→ Data in this exercise
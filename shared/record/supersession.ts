// Types only: the Verify page reads these words without loading the counting rule's expression parser.
import type { CheckOutcome, RunCount } from './counting'

/**
 * Supersession by check, not by report (docs/REFERENCES.md §Record keeping: supersession by check). A later accepted
 * run of the same equipment with the same checklist (any version of that template: its lineage) supersedes an earlier
 * report only for the checks it performed again. A re-test that carries most checks over ("verified earlier") leaves
 * the earlier report the record for those checks, and every screen, Verify and the re-test's own cover say so.
 *
 * Everything here is pure and reads only what was signed: the check index of each report is computed from its signed
 * snapshot with the one counting rule (`countRunRecord`, then `checkIndexOf`) and kept with the report when it is issued.
 */

/** A check is performed in a run when it has a real outcome of its own: judged (not incomplete) or recorded. */
export const PERFORMED_OUTCOMES = ['pass', 'marginal', 'fail', 'recorded'] as const satisfies readonly CheckOutcome[]

export function isPerformed(outcome: CheckOutcome | null): boolean {
  return outcome !== null && (PERFORMED_OUTCOMES as readonly string[]).includes(outcome)
}

/** Below this share of its checks performed, a run is said plainly to perform "only" that many. */
export const FEW_PERFORMED_SHARE = 0.25

/** What supersession needs of one signed run: its checks, which it performed, and which it carried over from where. */
export interface CheckIndex {
  /** Every check of the run (the one counting rule). */
  checks: number
  /** Field ids of the checks it performed, in checklist order. */
  performed: string[]
  /** Checks carried over ("verified earlier"): field id → the report number the disposition names. */
  carried: Record<string, string>
  /**
   * Checks recorded as done by others (the manufacturer's engineer, say), their record named in this report: not
   * performed here, so they supersede nothing, but a later re-test that carries them over cites this report rightly.
   */
  byOthers: string[]
}

/** The check index of a counted run: `checkIndexOf(countRunRecord(snapshot))` for a signed snapshot. */
export function checkIndexOf(count: RunCount): CheckIndex {
  const performed: string[] = []
  const carried: Record<string, string> = {}
  const byOthers: string[] = []
  let safetyChecks = 0
  for (const r of count.results.values()) {
    // Pre-work safety items (permits, lockout) are answered afresh on every visit: they say nothing about the
    // machine, so they neither supersede nor are superseded.
    if (r.safety) {
      if (r.outcome !== null) safetyChecks += 1
      continue
    }
    if (isPerformed(r.outcome)) performed.push(r.fieldId)
    else if (r.outcome === 'by_others') byOthers.push(r.fieldId)
    else if (r.outcome === 'verified_earlier') {
      const cited = r.disposition?.reportNumber?.trim()
      if (cited) carried[r.fieldId] = cited
    }
  }
  return { checks: count.totals.checks - safetyChecks, performed, carried, byOthers }
}

/** An accepted report as supersession reads it. */
export interface IssuedChecks {
  reportNumber: string
  /** ISO instant of acceptance: what orders a lineage. */
  acceptedAt: string
  /** null: issued before checks were kept one by one and no signed snapshot to count them from (whole-report rule). */
  index: CheckIndex | null
}

/** Negative when `a` was accepted before `b`; report numbers (issued in order) break a tie. */
export function compareIssued(a: Pick<IssuedChecks, 'acceptedAt' | 'reportNumber'>, b: Pick<IssuedChecks, 'acceptedAt' | 'reportNumber'>): number {
  return Date.parse(a.acceptedAt) - Date.parse(b.acceptedAt) || (a.reportNumber < b.reportNumber ? -1 : a.reportNumber > b.reportNumber ? 1 : 0)
}

export type SupersessionState = 'current' | 'partly' | 'superseded'

/** The word of each state, as the archive, Verify and the report print it. */
export const SUPERSESSION_WORDS: Record<SupersessionState, string> = {
  current: 'Current',
  partly: 'Partly superseded',
  superseded: 'Superseded',
}

/** A later report that performed again some of an earlier report's checks. */
export interface SupersededIn {
  reportNumber: string
  acceptedAt: string
  /** How many of the earlier report's performed checks it performed again (null: not known one by one). */
  checks: number | null
}

export interface Supersession {
  state: SupersessionState
  /** Checks the report performed (null: not known one by one). */
  performed: number | null
  /** Of those, how many have a newer performed result in a later report. */
  retested: number | null
  /** The later reports that performed any of its checks again, oldest first. */
  by: SupersededIn[]
  /** "Partly superseded: 8 of 95 checks re-tested in SP-2025-000031". */
  words: string
}

/** "SP-1", "SP-1 and SP-2", "SP-1, SP-2 and SP-3". */
export function listWords(items: readonly string[]): string {
  if (items.length <= 1) return items[0] ?? ''
  return `${items.slice(0, -1).join(', ')} and ${items[items.length - 1]}`
}

const checksWord = (n: number) => `${n} check${n === 1 ? '' : 's'}`

function supersessionWords(s: Omit<Supersession, 'words'>): string {
  const where = listWords(s.by.map((b) => b.reportNumber))
  if (s.state === 'current') return SUPERSESSION_WORDS.current
  // Partly: at least one re-tested and one not, so both counts are at least 1 and "checks" is plural.
  if (s.state === 'partly') return `${SUPERSESSION_WORDS.partly}: ${s.retested} of ${s.performed} checks re-tested in ${where}`
  if (s.performed === null) return `${SUPERSESSION_WORDS.superseded} by ${where}`
  if (s.performed === 0) return `${SUPERSESSION_WORDS.superseded}: it performed no check of its own; see ${where}`
  return `${SUPERSESSION_WORDS.superseded}: ${s.performed === 1 ? 'its one check' : `all ${s.performed} checks`} re-tested in ${where}`
}

/** The later reports of a lineage, oldest first. */
function laterThan(report: IssuedChecks, lineage: readonly IssuedChecks[]): IssuedChecks[] {
  return lineage.filter((o) => o.reportNumber !== report.reportNumber && compareIssued(o, report) > 0).sort(compareIssued)
}

/** Which of a report's performed checks have a newer performed result among `later` (every one, for an unindexed later report). */
function retestedIn(report: IssuedChecks & { index: CheckIndex }, later: readonly IssuedChecks[]): { retested: Set<string>; by: SupersededIn[] } {
  const own = new Set(report.index.performed)
  const retested = new Set<string>()
  const by: SupersededIn[] = []
  for (const l of later) {
    const again = l.index ? l.index.performed.filter((f) => own.has(f)) : [...own]
    if (!again.length) continue
    for (const f of again) retested.add(f)
    by.push({ reportNumber: l.reportNumber, acceptedAt: l.acceptedAt, checks: again.length })
  }
  return { retested, by }
}

/**
 * The state of an issued report among the reports of its lineage (the same equipment and checklist; the report itself
 * and earlier ones may be in the list, they are ignored): current while no later report performed any of its checks
 * again, partly superseded while some did, superseded once every check it performed has a newer performed result.
 */
export function supersessionOf(report: IssuedChecks, lineage: readonly IssuedChecks[]): Supersession {
  const later = laterThan(report, lineage)
  let s: Omit<Supersession, 'words'>
  if (!report.index) {
    // Not known one by one: any later report that performed something supersedes it as a whole (the rule before).
    const by = later.filter((l) => !l.index || l.index.performed.length > 0).map((l) => ({ reportNumber: l.reportNumber, acceptedAt: l.acceptedAt, checks: null }))
    s = { state: by.length ? 'superseded' : 'current', performed: null, retested: null, by: by.slice(-1) }
  } else if (report.index.performed.length === 0) {
    // It performed nothing of its own: nothing of it stays current once a later report performed anything.
    const by = later.filter((l) => !l.index || l.index.performed.length > 0).map((l) => ({ reportNumber: l.reportNumber, acceptedAt: l.acceptedAt, checks: 0 }))
    s = { state: by.length ? 'superseded' : 'current', performed: 0, retested: 0, by }
  } else {
    const { retested, by } = retestedIn(report as IssuedChecks & { index: CheckIndex }, later)
    const performed = report.index.performed.length
    s = { state: retested.size === 0 ? 'current' : retested.size === performed ? 'superseded' : 'partly', performed, retested: retested.size, by }
  }
  return { ...s, words: supersessionWords(s) }
}
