import canonicalize from 'canonicalize'
import type { ChecklistDefinition } from '../schemas/checklist'
import type { RecordEquipment, RecordProject, RecordRun } from '../types/record'
import type { SignatureRecord } from '../types/signature'
import type { FindingSummary, RunAttachment, RunDetail, RunReading, RunState, RunStepState } from '../types/run'
import { siteBarometric } from '../engineering/atmosphere'
import { countRunRecord } from './counting'
import { dispositionOf } from './disposition'

/**
 * The signed snapshot of a run: everything its verdicts and its report depend on, frozen when the performer signs.
 * Its canonical JSON (RFC 8785) is hashed with SHA-256 and that hash is what both signatures carry; after acceptance
 * the run page, the report, the archive row, the handover package and Verify read this, never the live tables.
 */
export const SNAPSHOT_FORMAT = 'startproof.run-snapshot'
/** Version 2 adds each reading's and step's `disposition`; version 1 snapshots are read as they were kept. */
export const SNAPSHOT_VERSION = 2
export const SNAPSHOT_VERSIONS_READ = [1, 2] as const

export type { RecordEquipment, RecordProject, RecordRun } from '../types/record'

export interface RunSnapshot {
  format: typeof SNAPSHOT_FORMAT
  version: (typeof SNAPSHOT_VERSIONS_READ)[number]
  run: RecordRun
  /** The pinned checklist version's definition, whole. */
  definition: ChecklistDefinition
  project: RecordProject
  equipment: RecordEquipment
  readings: Record<string, RunReading>
  steps: Record<string, RunStepState>
  /** In the order they were recorded (F1, F2 … in the report). */
  findings: FindingSummary[]
  /** With each file's SHA-256: the evidence is named by its bytes. */
  attachments: RunAttachment[]
}

export interface SnapshotParts {
  run: RecordRun
  definition: ChecklistDefinition
  project: RecordProject
  equipment: RecordEquipment
  readings: Iterable<RunReading>
  steps: Iterable<RunStepState>
  findings: FindingSummary[]
  attachments: RunAttachment[]
}

const pick = <T extends object, K extends keyof T>(o: T, keys: readonly K[]): Pick<T, K> => Object.fromEntries(keys.map((k) => [k, o[k]])) as Pick<T, K>

const PROJECT_KEYS = ['id', 'code', 'name', 'organizationName', 'siteName', 'siteAddress', 'timeZone', 'unitSystem', 'reportPaper', 'siteElevationM', 'barometricKpa'] as const
const EQUIPMENT_KEYS = ['id', 'projectId', 'tag', 'kind', 'location', 'manufacturer', 'model', 'serialNumber', 'yearBuilt', 'refrigerant', 'designPoint'] as const
const RUN_KEYS = ['id', 'projectId', 'equipmentId', 'templateId', 'templateName', 'templateVersionId', 'templateVersionNumber', 'startedAt', 'startedByName'] as const
const READING_KEYS = ['fieldId', 'entry', 'disposition', 'notApplicable', 'naReason', 'justification', 'evaluation', 'version', 'updatedAt', 'updatedByName'] as const
const STEP_KEYS = ['stepId', 'note', 'disposition', 'notApplicable', 'naReason', 'version', 'updatedAt', 'updatedByName'] as const
const FINDING_KEYS = ['id', 'runId', 'stepId', 'fieldId', 'severity', 'description', 'status', 'resolution', 'resolvedAt', 'resolvedByName', 'createdAt', 'createdByName', 'attachmentIds', 'version'] as const
const ATTACHMENT_KEYS = ['id', 'sha256', 'mimeType', 'sizeBytes', 'originalName', 'createdAt', 'stepId', 'fieldId', 'findingId', 'url', 'thumbnailUrl'] as const

/** Builds the snapshot from plain parts, keeping only what the record holds (nothing that changes with other runs). */
export function buildRunSnapshot(parts: SnapshotParts): RunSnapshot {
  const readings: Record<string, RunReading> = {}
  for (const r of parts.readings) readings[r.fieldId] = pick(r, READING_KEYS)
  const steps: Record<string, RunStepState> = {}
  for (const s of parts.steps) steps[s.stepId] = pick(s, STEP_KEYS)
  // JSON has no undefined: a value the parts leave out is stored as null, so a snapshot read back hashes the same.
  const clean = <T>(value: T): T => JSON.parse(JSON.stringify(value, (_k, v) => (v === undefined ? null : v))) as T
  return clean({
    format: SNAPSHOT_FORMAT,
    version: SNAPSHOT_VERSION,
    run: pick(parts.run, RUN_KEYS),
    definition: parts.definition,
    project: pick(parts.project, PROJECT_KEYS),
    equipment: pick(parts.equipment, EQUIPMENT_KEYS),
    readings,
    steps,
    findings: parts.findings.map((f) => pick(f, FINDING_KEYS)),
    attachments: parts.attachments.map((a) => pick(a, ATTACHMENT_KEYS)),
  })
}

/** The exact bytes that are hashed and kept: RFC 8785 canonical JSON. */
export function canonicalSnapshot(snapshot: RunSnapshot): string {
  return canonicalize(snapshot) as string
}

/** Reads a kept snapshot back; refuses anything that is not one. */
export function parseRunSnapshot(json: string): RunSnapshot {
  const value = JSON.parse(json) as RunSnapshot
  if (value?.format !== SNAPSHOT_FORMAT || !(SNAPSHOT_VERSIONS_READ as readonly number[]).includes(value.version)) throw new Error('not a run snapshot of a known format')
  return value
}

const same = (a: unknown, b: unknown) => canonicalize(a) === canonicalize(b)

/**
 * What differs between the snapshot that was signed and the run as it stands now, in words for the person who is
 * refused ("the equipment's design point: designFlow", "reading oilPressureRunning").
 */
export function describeSnapshotChanges(signed: RunSnapshot, now: RunSnapshot): string[] {
  const changes: string[] = []
  const fieldsOf = (a: Record<string, unknown>, b: Record<string, unknown>) => [...new Set([...Object.keys(a), ...Object.keys(b)])].filter((k) => !same(a[k], b[k])).sort()
  if (!same(signed.run, now.run) || !same(signed.definition, now.definition)) changes.push('the run or its checklist version')
  for (const key of fieldsOf(signed.project as unknown as Record<string, unknown>, now.project as unknown as Record<string, unknown>)) {
    changes.push(`the project's ${key} (${String((signed.project as unknown as Record<string, unknown>)[key])} → ${String((now.project as unknown as Record<string, unknown>)[key])})`)
  }
  const { designPoint: dpSigned, ...eqSigned } = signed.equipment
  const { designPoint: dpNow, ...eqNow } = now.equipment
  for (const key of fieldsOf(eqSigned, eqNow)) {
    changes.push(`the equipment's ${key} (${String((eqSigned as Record<string, unknown>)[key])} → ${String((eqNow as Record<string, unknown>)[key])})`)
  }
  const dp = fieldsOf(dpSigned, dpNow)
  if (dp.length) changes.push(`the equipment's design point: ${dp.join(', ')}`)
  const readings = fieldsOf(signed.readings, now.readings)
  if (readings.length) changes.push(`${readings.length === 1 ? 'reading' : 'readings'} ${readings.join(', ')}`)
  const steps = fieldsOf(signed.steps, now.steps)
  if (steps.length) changes.push(`${steps.length === 1 ? 'step' : 'steps'} ${steps.join(', ')}`)
  if (!same(signed.findings, now.findings)) changes.push('the findings')
  if (!same(signed.attachments, now.attachments)) changes.push('the photos and files')
  return changes
}

/** The run as every screen and the report show it after signing: the snapshot, with the run's state and signatures. */
export function runDetailFromSnapshot(s: RunSnapshot, live: { state: RunState; version: number; updatedAt: string; signatures: SignatureRecord[] }): RunDetail {
  // A version 1 snapshot has no dispositions: its "not applicable" flags are read as the not-applicable disposition.
  const readings = Object.fromEntries(Object.entries(s.readings).map(([k, r]) => [k, r.disposition === undefined ? { ...r, disposition: dispositionOf(r) } : r]))
  const steps = Object.fromEntries(Object.entries(s.steps).map(([k, x]) => [k, x.disposition === undefined ? { ...x, disposition: dispositionOf(x) } : x]))
  return {
    id: s.run.id,
    projectId: s.run.projectId,
    projectCode: s.project.code,
    projectName: s.project.name,
    equipmentId: s.run.equipmentId,
    equipmentTag: s.equipment.tag,
    equipmentKind: s.equipment.kind,
    templateId: s.run.templateId,
    templateName: s.run.templateName,
    templateVersionNumber: s.run.templateVersionNumber,
    state: live.state,
    version: live.version,
    startedAt: s.run.startedAt,
    startedByName: s.run.startedByName,
    updatedAt: live.updatedAt,
    progress: countRunRecord({ definition: s.definition, readings, steps }).totals,
    openFindings: s.findings.filter((f) => f.status === 'open').length,
    unitSystem: s.project.unitSystem,
    siteBarometricKpa: siteBarometric(s.project).kpa,
    definition: s.definition,
    designPoint: s.equipment.designPoint,
    readings,
    steps,
    findings: s.findings,
    attachments: s.attachments,
    signatures: live.signatures,
  }
}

→ Task description
Copy the entries word for word. Start at the first line and end with the line containing "export const PERFORMED_OUTCOMES".

→ Problem solution
filename shared/record/supersession.ts
// Types only: the Verify page reads these words without loading the counting rule's expression parser.
import type { CheckOutcome, RunCount } from './counting'

/**
 * Supersession by check, not by report (docs/REFERENCES.md §Record keeping: supersession by check). A later accepted
 * run of the same equipment with the same checklist (any version of that template: its lineage) supersedes an earlier
 * report only for the checks it performed again. A re-test that carries most checks over ("verified earlier") leaves
 * the earlier report the record for those checks, and every screen, Verify and the re-test's own cover say so.
 *
 * Everything here is pure and reads only what was signed: the check index of each report is computed from its signed
 * snapshot with the one counting rule (`countRunRecord`, then `checkIndexOf`) and kept with the report when it is issued.
 */

/** A check is performed in a run when it has a real outcome of its own: judged (not incomplete) or recorded. */
export const PERFORMED_OUTCOMES = ['pass', 'marginal', 'fail', 'recorded'] as const satisfies readonly CheckOutcome[]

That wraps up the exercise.